▸ **Your goal**
In the material below, find the line containing "filename retune/export/howto.py" and the line containing "are hundredths of", then reproduce exactly both of them and every line between, and nothing else.

▸ **Data for the task**
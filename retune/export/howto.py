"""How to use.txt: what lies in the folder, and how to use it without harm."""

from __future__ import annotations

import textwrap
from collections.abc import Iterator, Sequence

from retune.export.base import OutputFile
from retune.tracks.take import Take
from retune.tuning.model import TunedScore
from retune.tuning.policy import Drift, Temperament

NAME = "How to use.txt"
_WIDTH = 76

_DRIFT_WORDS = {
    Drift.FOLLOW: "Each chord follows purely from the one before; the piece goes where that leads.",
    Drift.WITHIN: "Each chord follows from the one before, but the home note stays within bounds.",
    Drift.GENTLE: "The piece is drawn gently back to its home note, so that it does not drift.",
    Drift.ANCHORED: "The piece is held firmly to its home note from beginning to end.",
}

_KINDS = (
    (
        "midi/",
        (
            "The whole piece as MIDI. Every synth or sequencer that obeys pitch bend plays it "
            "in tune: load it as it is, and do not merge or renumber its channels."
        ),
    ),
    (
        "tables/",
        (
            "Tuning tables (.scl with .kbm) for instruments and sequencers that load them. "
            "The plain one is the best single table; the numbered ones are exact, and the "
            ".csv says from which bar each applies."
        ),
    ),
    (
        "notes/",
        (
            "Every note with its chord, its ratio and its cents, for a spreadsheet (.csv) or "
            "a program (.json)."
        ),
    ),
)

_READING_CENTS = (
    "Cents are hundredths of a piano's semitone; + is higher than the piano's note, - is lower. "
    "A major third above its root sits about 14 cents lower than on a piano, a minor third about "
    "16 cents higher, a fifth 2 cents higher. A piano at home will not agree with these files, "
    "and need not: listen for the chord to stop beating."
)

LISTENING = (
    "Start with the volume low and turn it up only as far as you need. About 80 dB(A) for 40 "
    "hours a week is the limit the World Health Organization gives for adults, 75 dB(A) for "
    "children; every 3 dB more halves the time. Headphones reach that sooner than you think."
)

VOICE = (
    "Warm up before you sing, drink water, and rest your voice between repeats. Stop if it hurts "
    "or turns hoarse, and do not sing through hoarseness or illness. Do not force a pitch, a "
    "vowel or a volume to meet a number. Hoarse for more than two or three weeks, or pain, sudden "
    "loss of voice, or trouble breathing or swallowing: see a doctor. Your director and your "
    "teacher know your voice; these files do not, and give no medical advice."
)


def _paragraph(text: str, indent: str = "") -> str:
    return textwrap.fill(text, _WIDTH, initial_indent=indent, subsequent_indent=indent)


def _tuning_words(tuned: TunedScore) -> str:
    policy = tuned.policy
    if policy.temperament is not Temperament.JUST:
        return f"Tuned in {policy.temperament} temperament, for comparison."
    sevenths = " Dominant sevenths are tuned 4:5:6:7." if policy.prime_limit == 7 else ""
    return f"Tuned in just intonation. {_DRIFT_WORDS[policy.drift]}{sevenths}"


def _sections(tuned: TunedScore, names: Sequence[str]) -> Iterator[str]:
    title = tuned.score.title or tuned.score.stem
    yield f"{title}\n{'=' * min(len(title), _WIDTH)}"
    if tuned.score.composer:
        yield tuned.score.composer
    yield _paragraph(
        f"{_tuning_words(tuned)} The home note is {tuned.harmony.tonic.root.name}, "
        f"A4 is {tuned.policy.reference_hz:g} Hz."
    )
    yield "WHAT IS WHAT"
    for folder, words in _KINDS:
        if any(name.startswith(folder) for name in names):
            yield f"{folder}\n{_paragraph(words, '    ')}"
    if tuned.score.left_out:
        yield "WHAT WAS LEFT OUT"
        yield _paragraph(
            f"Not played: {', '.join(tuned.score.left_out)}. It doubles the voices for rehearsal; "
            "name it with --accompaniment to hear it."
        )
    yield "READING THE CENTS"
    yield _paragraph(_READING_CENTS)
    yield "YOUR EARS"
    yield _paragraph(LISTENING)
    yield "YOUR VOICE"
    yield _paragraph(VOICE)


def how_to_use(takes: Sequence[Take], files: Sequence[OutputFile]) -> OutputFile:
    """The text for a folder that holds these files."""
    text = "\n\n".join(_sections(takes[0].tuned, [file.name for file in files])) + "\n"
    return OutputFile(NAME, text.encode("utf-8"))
==
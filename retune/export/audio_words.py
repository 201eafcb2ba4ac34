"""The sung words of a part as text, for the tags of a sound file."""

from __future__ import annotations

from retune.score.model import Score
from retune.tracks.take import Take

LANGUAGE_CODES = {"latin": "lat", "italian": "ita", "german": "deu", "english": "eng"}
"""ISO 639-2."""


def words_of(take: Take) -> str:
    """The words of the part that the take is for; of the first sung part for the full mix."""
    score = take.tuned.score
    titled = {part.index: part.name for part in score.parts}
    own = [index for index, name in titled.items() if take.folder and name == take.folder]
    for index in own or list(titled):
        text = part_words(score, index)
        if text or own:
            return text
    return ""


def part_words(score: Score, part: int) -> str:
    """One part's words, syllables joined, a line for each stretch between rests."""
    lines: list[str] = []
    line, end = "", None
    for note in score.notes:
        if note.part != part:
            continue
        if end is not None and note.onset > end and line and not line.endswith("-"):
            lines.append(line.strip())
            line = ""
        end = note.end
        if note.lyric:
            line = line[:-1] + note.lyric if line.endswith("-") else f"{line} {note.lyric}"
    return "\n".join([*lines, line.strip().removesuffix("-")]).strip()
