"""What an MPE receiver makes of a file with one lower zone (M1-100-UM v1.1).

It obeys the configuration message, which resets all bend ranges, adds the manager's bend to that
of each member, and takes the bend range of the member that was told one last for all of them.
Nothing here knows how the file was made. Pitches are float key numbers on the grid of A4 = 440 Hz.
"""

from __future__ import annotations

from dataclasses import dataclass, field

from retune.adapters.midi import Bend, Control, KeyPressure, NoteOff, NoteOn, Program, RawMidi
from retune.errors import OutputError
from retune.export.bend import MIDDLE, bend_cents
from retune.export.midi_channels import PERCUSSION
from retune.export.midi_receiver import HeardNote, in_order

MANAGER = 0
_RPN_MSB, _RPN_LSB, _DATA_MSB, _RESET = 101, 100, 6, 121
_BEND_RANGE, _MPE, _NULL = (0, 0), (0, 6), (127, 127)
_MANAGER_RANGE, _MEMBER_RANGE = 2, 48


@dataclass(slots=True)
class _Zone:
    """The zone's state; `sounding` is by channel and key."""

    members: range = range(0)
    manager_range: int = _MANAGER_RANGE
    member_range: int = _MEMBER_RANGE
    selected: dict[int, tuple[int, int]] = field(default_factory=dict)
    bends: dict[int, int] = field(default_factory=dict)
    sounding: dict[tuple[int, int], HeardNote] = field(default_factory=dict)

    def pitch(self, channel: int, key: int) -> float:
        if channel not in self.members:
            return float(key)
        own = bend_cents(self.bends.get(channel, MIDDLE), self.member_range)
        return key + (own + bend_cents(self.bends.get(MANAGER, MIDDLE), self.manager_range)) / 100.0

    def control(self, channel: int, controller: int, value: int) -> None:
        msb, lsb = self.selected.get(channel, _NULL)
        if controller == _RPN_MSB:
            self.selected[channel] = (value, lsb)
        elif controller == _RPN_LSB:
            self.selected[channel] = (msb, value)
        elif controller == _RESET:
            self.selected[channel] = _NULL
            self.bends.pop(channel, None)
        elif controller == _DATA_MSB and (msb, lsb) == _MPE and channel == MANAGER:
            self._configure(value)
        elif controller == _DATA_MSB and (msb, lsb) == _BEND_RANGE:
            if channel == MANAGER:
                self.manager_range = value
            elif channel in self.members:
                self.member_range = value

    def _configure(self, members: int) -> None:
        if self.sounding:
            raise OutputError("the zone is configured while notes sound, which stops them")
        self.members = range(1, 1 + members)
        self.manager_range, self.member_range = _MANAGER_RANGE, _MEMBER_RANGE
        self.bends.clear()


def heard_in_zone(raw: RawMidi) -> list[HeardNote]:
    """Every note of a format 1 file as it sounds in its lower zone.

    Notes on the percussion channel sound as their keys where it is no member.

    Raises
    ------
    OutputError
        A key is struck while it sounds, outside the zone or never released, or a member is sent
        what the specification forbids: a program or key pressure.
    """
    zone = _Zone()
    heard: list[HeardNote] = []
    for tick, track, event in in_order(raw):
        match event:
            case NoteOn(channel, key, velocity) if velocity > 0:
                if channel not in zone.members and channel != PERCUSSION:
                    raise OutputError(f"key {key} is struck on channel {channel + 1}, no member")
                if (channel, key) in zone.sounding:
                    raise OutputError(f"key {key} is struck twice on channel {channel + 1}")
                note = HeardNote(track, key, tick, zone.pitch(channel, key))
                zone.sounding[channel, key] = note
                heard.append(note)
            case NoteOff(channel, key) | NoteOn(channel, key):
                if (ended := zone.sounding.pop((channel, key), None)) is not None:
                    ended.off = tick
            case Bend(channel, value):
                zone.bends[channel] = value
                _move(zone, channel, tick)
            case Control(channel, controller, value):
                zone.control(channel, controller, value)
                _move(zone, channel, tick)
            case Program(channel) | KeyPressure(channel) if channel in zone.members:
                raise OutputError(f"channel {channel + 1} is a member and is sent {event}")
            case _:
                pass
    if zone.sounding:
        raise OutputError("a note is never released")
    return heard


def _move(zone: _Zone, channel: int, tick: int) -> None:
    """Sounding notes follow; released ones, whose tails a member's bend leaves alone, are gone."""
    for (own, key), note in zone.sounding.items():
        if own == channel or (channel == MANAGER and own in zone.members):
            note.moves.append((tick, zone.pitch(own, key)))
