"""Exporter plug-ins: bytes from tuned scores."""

▸ **Solution**
filename retune/export/howto.py
"""How to use.txt: what lies in the folder, and how to use it without harm."""

from __future__ import annotations

import textwrap
from collections.abc import Iterator, Sequence

from retune.export.base import OutputFile
from retune.tracks.take import Take
from retune.tuning.model import TunedScore
from retune.tuning.policy import Drift, Temperament

NAME = "How to use.txt"
_WIDTH = 76

_DRIFT_WORDS = {
    Drift.FOLLOW: "Each chord follows purely from the one before; the piece goes where that leads.",
    Drift.WITHIN: "Each chord follows from the one before, but the home note stays within bounds.",
    Drift.GENTLE: "The piece is drawn gently back to its home note, so that it does not drift.",
    Drift.ANCHORED: "The piece is held firmly to its home note from beginning to end.",
}

_KINDS = (
    (
        "midi/",
        (
            "The whole piece as MIDI. Every synth or sequencer that obeys pitch bend plays it "
            "in tune: load it as it is, and do not merge or renumber its channels."
        ),
    ),
    (
        "tables/",
        (
            "Tuning tables (.scl with .kbm) for instruments and sequencers that load them. "
            "The plain one is the best single table; the numbered ones are exact, and the "
            ".csv says from which bar each applies."
        ),
    ),
    (
        "notes/",
        (
            "Every note with its chord, its ratio and its cents, for a spreadsheet (.csv) or "
            "a program (.json)."
        ),
    ),
)

_READING_CENTS = (
    "Cents are hundredths of a piano's semitone; + is higher than the piano's note, - is lower. "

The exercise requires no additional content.